[Stored data — start]

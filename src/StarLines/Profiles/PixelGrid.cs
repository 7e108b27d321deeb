using System;

namespace StarLines.Profiles;

/// <summary>The pixels on which a profile is evaluated, in Å from some reference wavelength.</summary>
internal readonly ref struct PixelGrid
{
    /// <summary>Makes a grid of N pixels.</summary>
    /// <param name="edges">N + 1 pixel edges, increasing.</param>
    /// <param name="centres">N pixel centres.</param>
    /// <param name="sampling">What the flux of a pixel stands for.</param>
    internal PixelGrid(ReadOnlySpan<double> edges, ReadOnlySpan<double> centres, PixelSampling sampling)
    {
        Edges = edges;
        Centres = centres;
        Sampling = sampling;
    }

    /// <summary>Pixel edges; one more than the pixels.</summary>
    internal ReadOnlySpan<double> Edges { get; }

    /// <summary>Pixel centres.</summary>
    internal ReadOnlySpan<double> Centres { get; }

    /// <summary>What the flux of a pixel stands for.</summary>
    internal PixelSampling Sampling { get; }

    /// <summary>Number of pixels.</summary>
    internal int Count => Centres.Length;

    /// <summary>A run of the pixels.</summary>
    internal PixelGrid Slice(int start, int count) =>
        new(Edges.Slice(start, count + 1), Centres.Slice(start, count), Sampling);
}
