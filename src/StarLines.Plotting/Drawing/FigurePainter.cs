using System;
using System.Collections.Generic;
using System.Linq;
using ScottPlot;
using SkiaSharp;

namespace StarLines.Plotting.Drawing;

/// <summary>Draws the content of a figure on a canvas.</summary>
internal sealed class FigurePainter(SKCanvas canvas, Palette palette, float textSize, float deviceScale)
{
    private const float Margin = 8f;
    private const float NumberGap = 3f;

    /// <summary>Room for half of the last number of a horizontal axis, text heights.</summary>
    private const float RightRoom = 1.3f;

    /// <summary>The share of an axis that its label may take; a longer one becomes smaller.</summary>
    private const float LabelShare = 0.97f;

    internal void Paint(FigureContent content, string title, float width, float height)
    {
        using (SKPaint ground = new() { Color = palette.Background })
        {
            canvas.DrawRect(new SKRect(0, 0, width, height), ground);
        }

        List<LegendEntry> legend = LegendEntry.Of(content.Cells.SelectMany(cell => cell.Panels).SelectMany(panel => panel.Items));
        var area = new SKRect(Margin, Margin, width - Margin - (RightRoom * textSize), height - (0.5f * Margin));
        if (title.Length != 0 || legend.Count != 0)
        {
            var heading = new Heading(canvas, palette, textSize);
            area.Top += heading.Draw(title, legend, area);
        }

        foreach (PlacedPanel placed in new PanelLayout(content, area, textSize).Place())
        {
            DrawPanel(placed);
        }
    }

    private void DrawPanel(PlacedPanel placed)
    {
        using var plot = new Plot();
        SKRect frame = placed.Frame;
        plot.RenderManager.ClearCanvasBeforeEachRender = false;
        plot.FigureBackground.Color = Colors.Transparent;
        plot.DataBackground.Color = Colors.Transparent;
        plot.HideGrid();
        plot.Axes.SetLimits(placed.Panel.X.Minimum, placed.Panel.X.Maximum, placed.YAxis.Minimum, placed.YAxis.Maximum);
        StyleAxis(plot.Axes.Bottom, placed.XTicks, placed.Panel.XLabel, frame.Width);
        StyleAxis(plot.Axes.Left, placed.YTicks, "", frame.Height);
        plot.Axes.Bottom.TickLabelStyle.OffsetY = NumberGap;
        plot.Axes.Left.TickLabelStyle.OffsetX = -NumberGap;
        plot.Axes.Left.TickLabelStyle.OffsetY = 0.1f * textSize;
        plot.Axes.FrameWidth(0.9f);
        plot.Axes.FrameColor(Color.FromSKColor(palette[Ink.Axis]));
        foreach (PanelItem item in placed.Panel.Items.Append(new FrameTicks(placed.XTicks.All, placed.YTicks.All)))
        {
            plot.PlottableList.Add(new PlotItem(item, placed, palette, textSize, deviceScale));
        }

        plot.Layout.Fixed(new PixelRect(frame.Left, frame.Right, frame.Bottom, frame.Top));
        plot.Render(canvas, new PixelRect(0, frame.Right + 4, frame.Bottom + (4 * textSize), 0));
        DrawYLabel(placed);
    }

    /// <summary>Draws the label of the vertical axis in line with those above and below.</summary>
    private void DrawYLabel(PlacedPanel placed)
    {
        using SKFont font = FigureText.Font(Fitting(placed.Panel.YLabel, placed.Frame.Height));
        FigureText.DrawUpwards(
            canvas, placed.Panel.YLabel, placed.YLabelX, placed.Frame.MidY, SKTextAlign.Center, font, palette[Ink.Axis]);
    }

    /// <summary>The size of text at which a label fits its axis.</summary>
    private float Fitting(string label, float length)
    {
        using SKFont font = FigureText.Font(textSize);
        return textSize * Math.Min(1f, LabelShare * length / Math.Max(1f, font.MeasureText(label)));
    }

    private void StyleAxis(IAxis axis, Ticks ticks, string label, float length)
    {
        Color colour = Color.FromSKColor(palette[Ink.Axis]);
        axis.TickGenerator = ticks;
        axis.MajorTickStyle.Length = 0;
        axis.MinorTickStyle.Length = 0;
        foreach (LabelStyle style in (LabelStyle[])[axis.TickLabelStyle, axis.Label])
        {
            style.FontName = FigureFonts.Key;
            style.FontSize = textSize;
            style.Bold = false;
            style.ForeColor = colour;
            style.SubpixelText = true;
        }

        axis.Label.FontSize = Fitting(label, length);
        axis.Label.Text = label;
        axis.Label.IsVisible = label.Length != 0;
    }
}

[Stored data — finish]

(Your assignment): What is wanted is an exact copy of the data.

(Reply):
filename src/StarLines/Profiles/PixelGrid.cs
repository 7e108b27d321deeb
using System;

namespace StarLines.Profiles;

/// <summary>The pixels on which a profile is evaluated, in Å from some reference wavelength.</summary>
internal readonly ref struct PixelGrid
{
    /// <summary>Makes a grid of N pixels.</summary>
    /// <param name="edges">N + 1 pixel edges, increasing.</param>
    /// <param name="centres">N pixel centres.</param>
    /// <param name="sampling">What the flux of a pixel stands for.</param>
    internal PixelGrid(ReadOnlySpan<double> edges, ReadOnlySpan<double> centres, PixelSampling sampling)
    {
        Edges = edges;
        Centres = centres;
        Sampling = sampling;
    }

    /// <summary>Pixel edges; one more than the pixels.</summary>
    internal ReadOnlySpan<double> Edges { get; }

    /// <summary>Pixel centres.</summary>
    internal ReadOnlySpan<double> Centres { get; }

    /// <summary>What the flux of a pixel stands for.</summary>
    internal PixelSampling Sampling { get; }

    /// <summary>Number of pixels.</summary>
    internal int Count => Centres.Length;

    /// <summary>A run of the pixels.</summary>
    internal PixelGrid Slice(int start, int count) =>
        new(Edges.Slice(start, count + 1), Centres.Slice(start, count), Sampling);
}
filename src/StarLines.Plotting/Drawing/FigurePainter.cs
using System;
using System.Collections.Generic;
using System.Linq;
using ScottPlot;
using SkiaSharp;

namespace StarLines.Plotting.Drawing;

/// <summary>Draws the content of a figure on a canvas.</summary>
internal sealed class FigurePainter(SKCanvas canvas, Palette palette, float textSize, float deviceScale)
{
    private const float Margin = 8f;
    private const float NumberGap = 3f;

    /// <summary>Room for half of the last number of a horizontal axis, text heights.</summary>
    private const float RightRoom = 1.3f;

    /// <summary>The share of an axis that its label may take; a longer one becomes smaller.</summary>
    private const float LabelShare = 0.97f;

    internal void Paint(FigureContent content, string title, float width, float height)
    {
        using (SKPaint ground = new() { Color = palette.Background })
        {
            canvas.DrawRect(new SKRect(0, 0, width, height), ground);
        }

        List<LegendEntry> legend = LegendEntry.Of(content.Cells.SelectMany(cell => cell.Panels).SelectMany(panel => panel.Items));
        var area = new SKRect(Margin, Margin, width - Margin - (RightRoom * textSize), height - (0.5f * Margin));
        if (title.Length != 0 || legend.Count != 0)
        {
            var heading = new Heading(canvas, palette, textSize);
            area.Top += heading.Draw(title, legend, area);
        }

        foreach (PlacedPanel placed in new PanelLayout(content, area, textSize).Place())
        {
            DrawPanel(placed);
        }
    }

    private void DrawPanel(PlacedPanel placed)
    {
        using var plot = new Plot();
        SKRect frame = placed.Frame;
        plot.RenderManager.ClearCanvasBeforeEachRender = false;
        plot.FigureBackground.Color = Colors.Transparent;
        plot.DataBackground.Color = Colors.Transparent;
        plot.HideGrid();
        plot.Axes.SetLimits(placed.Panel.X.Minimum, placed.Panel.X.Maximum, placed.YAxis.Minimum, placed.YAxis.Maximum);
        StyleAxis(plot.Axes.Bottom, placed.XTicks, placed.Panel.XLabel, frame.Width);
        StyleAxis(plot.Axes.Left, placed.YTicks, "", frame.Height);
        plot.Axes.Bottom.TickLabelStyle.OffsetY = NumberGap;
        plot.Axes.Left.TickLabelStyle.OffsetX = -NumberGap;
        plot.Axes.Left.TickLabelStyle.OffsetY = 0.1f * textSize;
        plot.Axes.FrameWidth(0.9f);
        plot.Axes.FrameColor(Color.FromSKColor(palette[Ink.Axis]));
        foreach (PanelItem item in placed.Panel.Items.Append(new FrameTicks(placed.XTicks.All, placed.YTicks.All)))
        {
            plot.PlottableList.Add(new PlotItem(item, placed, palette, textSize, deviceScale));
        }

        plot.Layout.Fixed(new PixelRect(frame.Left, frame.Right, frame.Bottom, frame.Top));
        plot.Render(canvas, new PixelRect(0, frame.Right + 4, frame.Bottom + (4 * textSize), 0));
        DrawYLabel(placed);
    }

    /// <summary>Draws the label of the vertical axis in line with those above and below.</summary>
    private void DrawYLabel(PlacedPanel placed)
    {
        using SKFont font = FigureText.Font(Fitting(placed.Panel.YLabel, placed.Frame.Height));
        FigureText.DrawUpwards(
            canvas, placed.Panel.YLabel, placed.YLabelX, placed.Frame.MidY, SKTextAlign.Center, font, palette[Ink.Axis]);
    }

    /// <summary>The size of text at which a label fits its axis.</summary>
    private float Fitting(string label, float length)
    {
        using SKFont font = FigureText.Font(textSize);
        return textSize * Math.Min(1f, LabelShare * length / Math.Max(1f, font.MeasureText(label)));
    }

    private void StyleAxis(IAxis axis, Ticks ticks, string label, float length)
    {
        Color colour = Color.FromSKColor(palette[Ink.Axis]);
        axis.TickGenerator = ticks;
        axis.MajorTickStyle.Length = 0;
        axis.MinorTickStyle.Length = 0;
        foreach (LabelStyle style in (LabelStyle[])[axis.TickLabelStyle, axis.Label])
        {
            style.FontName = FigureFonts.Key;
            style.FontSize = textSize;
            style.Bold = false;
            style.ForeColor = colour;
            style.SubpixelText = true;
        }

        axis.Label.FontSize = Fitting(label, length);
        axis.Label.Text = label;
        axis.Label.IsVisible = label.Length != 0;
    }
}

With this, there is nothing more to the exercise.